8. Clone envelope genes into pCI and pSI form pBlue using NotI and SalI.

List of Constructs:

• pBudCE4/ gag1(cloned into pBluescript II KS+/- using EcoRI and HindIII; cloned into pBudCE4 using smaI and sal I for the insert and HindIII, then Klenow treatment and SalI for pBudCE4)
• pBudCE4/ gag2 (cloned into pBluescript II KS+/- using EcoRI and HindIII; cloned into pBud using NotI and XhoI)
• pBudCE4/ syngp120 (cloned using HindIII, BamHI, BglI on insert and BamHI and HindIII on vector)
• pBudCE4/ syngp140 (cloned using HindIII and BamHI) PBudCE4/ syngp120/ gag (cloned gag from pBluescript into pBudCE4/ syngp120 using KpnI and NotI) PBudCE4/ syngp140/ gag (cloned gag from pBluescript into pBudCE4/ syngp140 using KpnI and NotI)
• PBudCE4/ lacZ (control plasmid)
• PSyn gp 120 JR-FL (original plasmid obtained from Brian Seed)
• PSyn gp 140 JR-FL (original plasmid obtained from Brian Seed)
• pBluescript II KS+/- / gag ( cloned using EcoRI and HindIII)
• pBluescript II KS+/- / syngp120 (cloned using HindII and BamHI)
• pBluescript II KS+/- / syngp140(cloned using HindII and BamHI)
• PSI/gag ( cloned from pBluescript II KS +/- using EcoRI and SalI)
• PSI/syngp120 (cloned from pBluescript II KS+/- / syngp120 using SalI and NotI)
• PSI/syngp140 (cloned from pBluescript II KS+/- / syngp140 using SalI and NotI)
• PCI/gag PCI/syngp120 (cloned from pBluescript II KS+/- / syngp120 using SalI and NotI)
• PCI/syngp140(cloned from pBluescript II KS+/- / syngp140 using SalI and NotI)

Conclusions

Preliminary results indicate there are fundamental differences between the JR-FL codon optimized envelope constructs and constructs developed with pBudCE4, pCI, pSI. SIV gag constructs with pCI were highly expressed under vaccinia virus expression system, but not under normal mammalian expression promoters.

Future Directions

• More complete expression analysis including Western blot, immunoprecipitation and radiolabeling.
• Chimeric syngp120 and gp140 / Literiolysin genes cloned into expression vectors
• DNA immunization studies and CTL analysis in mice

Acknowledgements

Funding provided by Hughes Science Initiatives (SURE program) and National Institute of Health (grant # 20465).

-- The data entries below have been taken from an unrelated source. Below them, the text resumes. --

// Every write request drops its workshop's kept answers as it answers (server/utils/read-cache.ts),
// here and on the other instances: the next read sees the write even when no live event follows
// it. The workshop is the one requireRole found; a write without a session (signing in, a
// payment service's webhook, a link from a mail) drops every workshop's, which costs a read.
const READS = new Set(['GET', 'HEAD', 'OPTIONS'])

export default defineNitroPlugin((nitroApp) => {
  nitroApp.hooks.hook('beforeResponse', (event) => {
    if (READS.has(event.method)) return
    readsChanged(event.context.workshopId)
  })
  // a write that failed part way may still have committed something (a row before the fault)
  nitroApp.hooks.hook('error', (_error, { event }) => {
    if (event && !READS.has(event.method)) readsChanged(event.context.workshopId)
  })
})
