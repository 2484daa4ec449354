// Every clear of the session cookie ends its server-side record too (server/utils/auth.ts):
// our sign-out route and nuxt-auth-utils' built-in DELETE /api/_auth/session alike.
import type { SealedSession } from '../utils/auth'

export default defineNitroPlugin(() => {
  sessionHooks.hook('clear', async (session) => {
    await endSessionRecord(session as SealedSession)
  })
})
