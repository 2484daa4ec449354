/**
 * Action → event latency at 100 connected sockets (plain tsx script; `npm run bench` runs it).
 * 100 socket.io clients (websocket, signed in as the demo workshop's staff: the workshop room)
 * connect to the built server; the lead then moves one pour 50 times through the real route
 * (PATCH /api/pours/[id]: a transaction, the mould check, an event row, then the broadcast
 * through the PostgreSQL adapter). Each action is timed from sending the request until all 100
 * sockets hold its 'pour.updated' event. Beside it, in the same run, a bare socket.io server
 * (lib/bare-io.ts, also its own process) answers a POST by broadcasting a payload of the same
 * size to 100 clients. Prints p50/p95 of both and the ratio (target: p95 under 50 ms); never asserts.
 */
import { spawn } from 'node:child_process'
import { join } from 'node:path'
import { performance } from 'node:perf_hooks'
import { createInterface } from 'node:readline'
import knex from 'knex'
import { io, type Socket } from 'socket.io-client'
import { benchDatabase, DEMO_PASSWORD, DEMO_USERS, signIn, startBenchServer } from './lib/app'
import { percentile } from './lib/stats'
import { record } from './lib/results'

const SOCKETS = 100
const ACTIONS = 50
const WARMUP = 5
const TARGET_P95_MS = 50
/** A future weekday clear of the demo's pours and of the other benches' days. */
const DAY = '2031-03-04'

interface Live { type: string; id: number; version?: number; row?: unknown }

function connect(url: string, cookie?: string): Promise<Socket> {
  const s = io(url, { path: '/socket.io/', transports: ['websocket'], extraHeaders: cookie ? { cookie } : {}, reconnection: false, forceNew: true })
  return new Promise((resolve, reject) => {
    s.once('connect', () => resolve(s))
    s.once('connect_error', reject)
  })
}

/** Resolves when every socket has seen an event matching `match`, with the time of the last. */
function allReceive(sockets: Socket[], match: (e: Live) => boolean, timeoutMs = 10_000): Promise<number> {
  return new Promise((resolve, reject) => {
    let left = sockets.length
    const timer = setTimeout(() => reject(new Error(`${left} of ${sockets.length} sockets missed the event`)), timeoutMs)
    for (const s of sockets) {
      const on = (e: Live) => {
        if (!match(e)) return
        s.off('live', on)
        if (--left === 0) {
          clearTimeout(timer)
          resolve(performance.now())
        }
      }
      s.on('live', on)
    }
  })
}

async function timeActions(sockets: Socket[], act: (i: number) => Promise<{ match: (e: Live) => boolean; send: () => Promise<number> }>) {
  const total: number[] = []
  const answer: number[] = []
  for (let i = 0; i < WARMUP + ACTIONS; i++) {
    const { match, send } = await act(i)
    const received = allReceive(sockets, match)
    const t0 = performance.now()
    const answeredAt = await send()
    const last = await received
    if (i >= WARMUP) {
      total.push(last - t0)
      answer.push(answeredAt - t0)
    }
    await new Promise(r => setTimeout(r, 20))
  }
  return { total, answer }
}

async function appRun(dbUrl: string) {
  const app = await startBenchServer(dbUrl)
  const sockets: Socket[] = []
  const k = knex({ client: 'pg', connection: dbUrl, pool: { min: 0, max: 1 } })
  try {
    const staff = DEMO_USERS.filter(u => u.role !== 'client')
    const cookies = await Promise.all(staff.map(u => signIn(app.url, u.email, DEMO_PASSWORD)))
    const lead = cookies[staff.findIndex(u => u.role === 'lead')]!
    for (let i = 0; i < SOCKETS; i++) sockets.push(await connect(app.url, cookies[i % cookies.length]))
    const mould = await k('moulds').join('users', 'users.workshop_id', 'moulds.workshop_id')
      .where('users.email', DEMO_USERS[0].email).orderBy('moulds.id').first('moulds.id')
    const json = { 'content-type': 'application/json', 'cookie': lead }
    const created = await fetch(`${app.url}/api/pours`, { method: 'POST', headers: json, body: JSON.stringify({ mouldId: Number(mould.id), slotStart: `${DAY}T09:00:00.000Z` }) })
    if (created.status !== 201) throw new Error(`planning the bench pour failed: ${created.status} ${await created.text()}`)
    const pour = await created.json() as { id: number; version: number }
    let version = pour.version
    let size = 0
    const times = await timeActions(sockets, async (i) => {
      const expect = version + 1
      return {
        match: (e) => {
          if (e.type !== 'pour.updated' || e.id !== pour.id || e.version !== expect) return false
          size = JSON.stringify(e).length
          return true
        },
        send: async () => {
          const r = await fetch(`${app.url}/api/pours/${pour.id}`, { method: 'PATCH', headers: json, body: JSON.stringify({ version, slotStart: `${DAY}T${i % 2 ? '09' : '10'}:00:00.000Z` }) })
          const at = performance.now()
          if (r.status !== 200) throw new Error(`moving the pour failed: ${r.status} ${await r.text()}`)
          version = ((await r.json()) as { version: number }).version
          return at
        },
      }
    })
    await fetch(`${app.url}/api/pours/${pour.id}/void`, { method: 'POST', headers: json, body: JSON.stringify({ version, reason: 'benchmark pour' }) })
    return { ...times, size }
  }
  finally {
    sockets.forEach(s => s.close())
    await k.destroy()
    await app.stop()
  }
}

async function bareRun(payloadBytes: number) {
  const child = spawn(process.execPath, ['--import', 'tsx', join(import.meta.dirname, 'lib/bare-io.ts')], { stdio: ['ignore', 'pipe', 'inherit'] })
  const sockets: Socket[] = []
  try {
    const port = Number((await createInterface({ input: child.stdout! })[Symbol.asyncIterator]().next()).value)
    const url = `http://127.0.0.1:${port}`
    for (let i = 0; i < SOCKETS; i++) sockets.push(await connect(url))
    const filler = 'x'.repeat(Math.max(0, payloadBytes - 60))
    return await timeActions(sockets, async i => ({
      match: e => e.id === i,
      send: async () => {
        const r = await fetch(`${url}/emit`, { method: 'POST', headers: { 'content-type': 'application/json' }, body: JSON.stringify({ type: 'pour.updated', id: i, version: i, row: filler }) })
        const at = performance.now()
        if (r.status !== 204) throw new Error(`bare server answered ${r.status}`)
        return at
      },
    }))
  }
  finally {
    sockets.forEach(s => s.close())
    child.kill('SIGTERM')
  }
}

async function main() {
  const db = await benchDatabase()
  try {
    const app = await appRun(db.url)
    const bare = await bareRun(app.size)
    const [a50, a95, b50, b95] = [percentile(app.total, 50), percentile(app.total, 95), percentile(bare.total, 50), percentile(bare.total, 95)]
    console.log(`action → event at ${SOCKETS} sockets, ${ACTIONS} actions after ${WARMUP} warm-ups, event ~${app.size} bytes`)
    console.log(`  app, pour moved (PATCH)  all sockets: p50 ${a50.toFixed(1)} ms  p95 ${a95.toFixed(1)} ms   (target p95 < ${TARGET_P95_MS} ms)`)
    console.log(`                           HTTP answer: p50 ${percentile(app.answer, 50).toFixed(1)} ms  p95 ${percentile(app.answer, 95).toFixed(1)} ms`)
    console.log(`  bare socket.io broadcast all sockets: p50 ${b50.toFixed(1)} ms  p95 ${b95.toFixed(1)} ms`)
    console.log(`  ratio  p50 ${(a50 / b50).toFixed(2)}x  p95 ${(a95 / b95).toFixed(2)}x`)
    record({ name: `action → event, ${SOCKETS} sockets: p95`, value: `${a95.toFixed(1)} ms`, target: `< ${TARGET_P95_MS} ms`, met: a95 < TARGET_P95_MS, note: `p50 ${a50.toFixed(1)} ms; bare socket.io p50 ${b50.toFixed(1)} ms, p95 ${b95.toFixed(1)} ms` })
  }
  finally {
    db.stop()
  }
}

main().catch((err) => {
  console.error(err)
  process.exit(1)
})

Thanks to Dr. Compans’ lab for all the assistance and friendship.

In My Own Words

Thomas Frazier spent the summer cloning antigenic genes derived from HIV and SIV into various bacterial plasmids (vectors). These plasmids contained expression systems that are conducive to high expression mammalian cells. Once clones were obtained, the recombinant vectors were administered and taken up by COS-7 cells (African green monkey kidney cells) otherwise known as transfection. After tranfection, proteins were isolated from cells and Western blot analysis was completed. By comparing expression levels. Thomas was able to deduce optimal conditions for SHIV antigen expression. This information will now be used to clone and produce DNA vaccines for HIV.